Avoiding jargon
Grantmaking is surrounded by words. Words describe overall missions and goals; they explain criteria and application processes to grantseekers; they describe all of the lessons learned along the way. A pithy phrase might seem to go straight to the heart of what you want to say about your grants program, but be careful: sometimes the words and phrases that seem the most attractive to you can seem meaningless at best and misleading at worst to your readers.
What's the problem?
Words can lose their meaning when they become over-used or misused. For example, grantmaking is often described as having a "social change" imperative. Philanthropy expert and academic Dr Michael Liffman has observed that social change is "pretty much an unchallengeable orthodoxy of the field".
While the terms "social change" and "innovation" are bandied about, grantmakers' motivations and the outcomes they achieve are often more varied than a "social change" focus would suggest. Social change is not the only or even necessarily the best way of changing the world.
Grantseekers can produce whole lists of words they consider to be overused and meaningless, words such as diversity, conceptualise, scale and resources.
When Our Community asked community group members to nominate their most hated words and phrases, they came up with these: incentivising; synergies; going forward; can-do culture; 360-degree feedback; working families; moving forward; paradigm; promulgate; and disconnect.
Consider, too, the experience of grantseekers from culturally and linguistically diverse (CALD) communities: if something is meaningless, confusing or misleading to someone whose first language is English, it is even more so for someone who has English as their second or third language.
What can we do about it?
- Keep your own list of jargon - words you hear being over-used or that you notice have become particularly popular. If you're aware of them, you'll think twice before using them yourself.

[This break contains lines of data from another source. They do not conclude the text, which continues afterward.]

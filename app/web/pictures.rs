//! Pictures as they arrive and as they are shown: magic bytes, size before decoding, full decode, an upright copy without metadata.

use crate::PageError;
use image::codecs::jpeg::JpegEncoder;
use image::{DynamicImage, ImageDecoder, ImageReader, Limits};
use std::io::Cursor;
use tokio::sync::{Semaphore, SemaphorePermit};

/// Most pixels of a picture.
pub const MOST_PIXELS: u64 = 50_000_000;
/// Longest edge of the copy that is shown.
const SHOWN_EDGE: u32 = 1600;

/// Two pictures are unpacked at once, for keeping and for showing together: a large one takes a tenth of a gigabyte.
static TURNS: Semaphore = Semaphore::const_new(2);
/// Forms with pictures held in memory at once, 32 MB each at most.
static FORMS: Semaphore = Semaphore::const_new(8);

/// A turn to unpack a picture; taken before its bytes are loaded.
///
/// # Errors
/// Never while the program runs.
pub async fn turn() -> Result<SemaphorePermit<'static>, PageError> {
    TURNS.acquire().await.map_err(PageError::broken)
}

/// Room for one form with pictures; given back when the form is done with.
///
/// # Errors
/// Never while the program runs.
pub async fn room() -> Result<SemaphorePermit<'static>, PageError> {
    FORMS.acquire().await.map_err(PageError::broken)
}

/// All turns at once, so that a test sees who waits for one.
#[cfg(test)]
pub async fn every_turn() -> SemaphorePermit<'static> {
    TURNS.acquire_many(2).await.expect("never closed")
}

/// Whether a picture may be kept; the error is a sentence for the person.
///
/// # Errors
/// When it is too large, of another kind, or does not decode to its end.
pub fn check(bytes: &[u8]) -> Result<(), String> {
    if bytes.len() > store::LARGEST_PHOTO {
        return Err("This picture is over 15 MB. Take it again at a smaller size.".to_owned());
    }
    if store::photo_media(bytes).is_none() {
        return Err(if is_heif(bytes) {
            "This is a HEIC picture, which browsers cannot show. Set the camera to “most compatible” (JPEG), take it again and send that.".to_owned()
        } else {
            "This is no JPEG, PNG or WebP picture. Save it as one of these and send it again.".to_owned()
        });
    }
    decode(bytes).map(|_| ())
}

/// ISO base media container with one of the HEIF brands.
fn is_heif(bytes: &[u8]) -> bool {
    let brand = bytes.get(8..12).unwrap_or_default();
    bytes.get(4..8) == Some(b"ftyp".as_slice())
        && [b"heic", b"heix", b"hevc", b"mif1", b"msf1", b"heim", b"avif"].iter().any(|b| brand == b.as_slice())
}

/// Decodes; the size stands in the header and is judged before a pixel is unpacked.
fn decode(bytes: &[u8]) -> Result<DynamicImage, String> {
    let cut = |_| "This picture cannot be read to its end; it may have been cut on its way. Send it again.".to_owned();
    let reader = ImageReader::new(Cursor::new(bytes))
        .with_guessed_format()
        .map_err(|_| "This picture cannot be read.".to_owned())?;
    let mut decoder = reader.into_decoder().map_err(cut)?;
    let (width, height) = decoder.dimensions();
    if u64::from(width) * u64::from(height) > MOST_PIXELS {
        return Err(format!(
            "This picture has {width} × {height} pixels, more than 50 million. Take it again at a smaller size."
        ));
    }
    let mut limits = Limits::default();
    // Sixteen bits in four channels at most, and as much again for the decoder's own work.
    limits.max_alloc = Some(MOST_PIXELS * 16);
    decoder.set_limits(limits).map_err(cut)?;
    let turned = decoder.orientation().map_err(cut)?;
    let mut picture = DynamicImage::from_decoder(decoder).map_err(cut)?;
    picture.apply_orientation(turned);
    Ok(picture)
}

/// The copy that pages show: upright, at most 1600 pixels along an edge, JPEG, no metadata and so no position.
///
/// # Errors
/// When the picture does not decode.
pub fn display_copy(bytes: &[u8]) -> Result<Vec<u8>, String> {
    let picture = decode(bytes)?;
    let smaller = picture.width() > SHOWN_EDGE || picture.height() > SHOWN_EDGE;
    let picture = if smaller { picture.thumbnail(SHOWN_EDGE, SHOWN_EDGE) } else { picture };
    let mut out = Vec::new();
    let encoded = picture.to_rgb8().write_with_encoder(JpegEncoder::new_with_quality(&mut out, 82));
    encoded.map_err(|e| e.to_string())?;
    Ok(out)
}

#[cfg(test)]
mod tests {
    use super::*;

    /// A picture of this size in a format that browsers show.
    fn picture(width: u32, height: u32, format: image::ImageFormat) -> Vec<u8> {
        let mut bytes = Cursor::new(Vec::new());
        DynamicImage::new_rgb8(width, height).write_to(&mut bytes, format).expect("encodes");
        bytes.into_inner()
    }

    #[test]
    fn the_three_kinds_are_taken_and_shown_as_small_jpeg() {
        for format in [image::ImageFormat::Jpeg, image::ImageFormat::Png, image::ImageFormat::WebP] {
            let bytes = picture(40, 20, format);
            assert_eq!(check(&bytes), Ok(()), "{format:?}");
            assert_eq!(store::photo_media(&display_copy(&bytes).expect("shown")), Some("image/jpeg"));
        }
        let copy = display_copy(&picture(3200, 800, image::ImageFormat::Jpeg)).expect("shown");
        let read = image::load_from_memory(&copy).expect("reads");
        assert_eq!((read.width(), read.height()), (1600, 400));
    }

    #[test]
    fn what_is_cut_other_or_too_large_is_refused_in_words() {
        let whole = picture(64, 64, image::ImageFormat::Png);
        assert!(check(&whole[..whole.len() * 9 / 10]).expect_err("cut").contains("cut on its way"));
        assert!(check(b"\0\0\0\x18ftypheic\0\0\0\0").expect_err("heic").contains("HEIC"));
        assert!(check(b"<svg xmlns=\"http://www.w3.org/2000/svg\"/>").is_err() && check(b"").is_err());
        let mut bomb = picture(1, 1, image::ImageFormat::Png);
        // Width and height stand at bytes 16 to 23 of a PNG (its IHDR chunk); the checksum after them no longer fits,
        // which is found in reading the header too.
        bomb[16..24].copy_from_slice(&[0, 1, 0, 0, 0, 1, 0, 0]);
        assert!(check(&bomb).is_err());
        let flat = picture(8000, 7000, image::ImageFormat::Png);
        assert!(check(&flat).expect_err("56 million pixels").contains("8000 × 7000"));
    }
}
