def test_lines_say_how_far_and_what_helps() -> None:
    headroom, power, gain = CATALOGUE["headroom"], CATALOGUE["power"], CATALOGUE["common_mode_gain"]
    helps = Help("tail.length", -1, 3e-4), Help("input.width", 1, 2e-4), Help("a", 1, 1.9e-4), Help("b", 1, 1.8e-4)
    assert missed_line(Missed(headroom, "min", 0.05, 0.038, helps)) == (
        "headroom is missed by 12 mV: tail.length -1 % helps most (+300 uV), input.width +1 % (+200 uV), "
        "a +1 % (+190 uV)"
    )
    assert missed_line(Missed(headroom, "min", 0.05, 0.038, ())) == (
        "headroom is missed by 12 mV: no size helps by itself within its range"
    )
    helps = Help("bias.current", -1, -0.00998), Help("tail.width", -1, -2e-5)
    assert missed_line(Missed(power, "max", 6e-5, 8e-5, helps)) == (
        "power is missed by 20 uW, 25 % of its 80 uW: bias.current -1 % helps most (-0.998 %)"
    )
    for value, word in ((math.nan, "undefined"), (math.inf, "unlimited")):
        assert missed_line(Missed(gain, "max", 0.1, value, ())) == (
            f"common_mode_gain (max 0.1 V/V) is missed: it is {word}"
        )


def test_changes_have_a_sign_and_a_unit(tmp_path: Path) -> None:
    gain, headroom, power = CATALOGUE["gain"], CATALOGUE["headroom"], CATALOGUE["power"]
    assert change_text(gain, 0.0841) == "+0.0841 dB"
    assert change_text(headroom, -1.234e-3) == "-1.23 mV"
    assert change_text(power, 0.005) == "+0.5 %"
    assert change_text(power, -0.0123456) == "-1.23 %"
    assert change_text(power, 0.0) == change_text(gain, 0.0) == "0"
    assert change_text(power, math.nan) == change_text(gain, math.nan) == "undefined"
    assert change_text(power, math.inf) == change_text(gain, math.inf) == "+unlimited"
    assert change_text(gain, -math.inf) == "-unlimited"
    problem = loaded(tmp_path, changed(RESISTOR, ("area", 'gain = { min = "10 dB", max = "30 dB" }')))
    said = [wanted(problem, CATALOGUE[name]) for name in ("cmrr", "gain", "headroom", "power", "slew_rate")]
    assert said == ["max", "max, >= 10 dB, <= 30 dB", ">= 50 mV", "<= 60 uW", "max"]
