#!/usr/bin/env python3
"""Sky positions of some pixels by astropy (WCSLIB for TPV, its own code for SIP).

    python3 make.py > astropy_positions.csv
"""

import os

import numpy as np
from astropy.io import fits
from astropy.wcs import WCS

HERE = os.path.dirname(os.path.abspath(__file__))


def main():
    print("file,x_px,y_px,ra_deg,dec_deg")  # pixels count from 0
    for name in ("same_solution_tpv.hdr", "same_solution_sip.hdr"):
        with open(os.path.join(HERE, name)) as text:
            header = fits.Header.fromstring(text.read())
        system = WCS(header)
        for x in np.linspace(0, 2047, 5):
            for y in np.linspace(0, 4095, 5):
                ra, dec = system.all_pix2world(x, y, 0)
                print(f"{name},{x},{y},{float(ra):.12f},{float(dec):.12f}")


main()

- Think about your audience as you write. If you have a grantseeker from a small community group in mind, or someone for whom English is a second language, you're less likely to use jargon that's filtered through from the corporate world.
- Once you've finished writing, read your work out loud. It can sound very different from the way it looks on paper.
- If there are words you're not sure about, have a serious think about the meaning you're trying to convey and whether those words are really doing the job.